Scan the records for "ENCODINGS". Report each line that includes it.

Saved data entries
○ ○ ○ ○
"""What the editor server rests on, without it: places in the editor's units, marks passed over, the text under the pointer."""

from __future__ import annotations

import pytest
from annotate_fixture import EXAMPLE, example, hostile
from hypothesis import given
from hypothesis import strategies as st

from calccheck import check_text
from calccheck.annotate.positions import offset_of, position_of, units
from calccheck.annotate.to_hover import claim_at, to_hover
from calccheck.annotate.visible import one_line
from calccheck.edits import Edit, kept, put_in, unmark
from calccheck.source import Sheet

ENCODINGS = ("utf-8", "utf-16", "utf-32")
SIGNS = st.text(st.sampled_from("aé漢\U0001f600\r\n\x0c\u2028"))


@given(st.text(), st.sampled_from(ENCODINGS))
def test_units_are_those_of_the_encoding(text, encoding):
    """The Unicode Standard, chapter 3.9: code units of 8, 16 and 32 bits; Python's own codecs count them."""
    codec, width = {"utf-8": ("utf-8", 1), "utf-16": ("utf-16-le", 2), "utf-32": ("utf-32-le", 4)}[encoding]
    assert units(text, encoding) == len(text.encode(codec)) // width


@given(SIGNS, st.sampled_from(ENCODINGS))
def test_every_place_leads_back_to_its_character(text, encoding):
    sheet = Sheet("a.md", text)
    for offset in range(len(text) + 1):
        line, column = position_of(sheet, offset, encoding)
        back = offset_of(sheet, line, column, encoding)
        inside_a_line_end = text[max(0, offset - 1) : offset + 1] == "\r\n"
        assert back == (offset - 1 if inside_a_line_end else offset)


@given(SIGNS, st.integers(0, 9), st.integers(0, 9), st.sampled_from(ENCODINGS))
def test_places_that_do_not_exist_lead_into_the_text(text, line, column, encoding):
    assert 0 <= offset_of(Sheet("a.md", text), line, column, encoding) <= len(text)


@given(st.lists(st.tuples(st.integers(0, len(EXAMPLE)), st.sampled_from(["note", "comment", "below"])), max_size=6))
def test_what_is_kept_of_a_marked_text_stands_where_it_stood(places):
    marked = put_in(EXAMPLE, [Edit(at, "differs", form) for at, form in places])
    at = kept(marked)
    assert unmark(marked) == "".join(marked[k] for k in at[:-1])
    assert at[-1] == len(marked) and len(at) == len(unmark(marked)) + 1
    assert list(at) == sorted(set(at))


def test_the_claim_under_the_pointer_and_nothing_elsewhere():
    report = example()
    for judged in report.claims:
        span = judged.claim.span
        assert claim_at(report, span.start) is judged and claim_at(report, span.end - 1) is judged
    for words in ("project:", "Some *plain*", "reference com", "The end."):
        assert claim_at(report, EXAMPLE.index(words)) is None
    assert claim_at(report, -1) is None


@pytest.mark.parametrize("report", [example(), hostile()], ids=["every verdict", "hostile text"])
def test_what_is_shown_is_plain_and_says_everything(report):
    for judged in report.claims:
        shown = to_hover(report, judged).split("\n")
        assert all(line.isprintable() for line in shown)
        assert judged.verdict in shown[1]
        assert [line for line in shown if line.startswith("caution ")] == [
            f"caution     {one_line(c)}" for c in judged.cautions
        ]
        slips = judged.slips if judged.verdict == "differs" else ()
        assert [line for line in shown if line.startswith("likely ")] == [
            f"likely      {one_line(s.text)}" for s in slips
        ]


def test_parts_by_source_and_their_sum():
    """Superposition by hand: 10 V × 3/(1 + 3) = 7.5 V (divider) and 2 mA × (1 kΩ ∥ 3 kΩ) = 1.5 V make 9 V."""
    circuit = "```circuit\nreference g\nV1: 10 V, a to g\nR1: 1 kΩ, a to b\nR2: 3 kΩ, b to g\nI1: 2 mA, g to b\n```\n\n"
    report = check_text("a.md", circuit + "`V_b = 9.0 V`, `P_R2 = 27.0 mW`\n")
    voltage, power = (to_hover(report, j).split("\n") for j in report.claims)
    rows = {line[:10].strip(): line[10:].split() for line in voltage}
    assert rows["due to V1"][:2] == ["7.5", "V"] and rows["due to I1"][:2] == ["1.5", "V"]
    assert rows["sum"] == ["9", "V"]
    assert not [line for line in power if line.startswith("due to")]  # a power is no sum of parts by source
○ ○ ○ ○
YOUR RESPONSE>
ENCODINGS = ("utf-8", "utf-16", "utf-32")
@given(st.text(), st.sampled_from(ENCODINGS))
@given(SIGNS, st.sampled_from(ENCODINGS))
@given(SIGNS, st.integers(0, 9), st.integers(0, 9), st.sampled_from(ENCODINGS))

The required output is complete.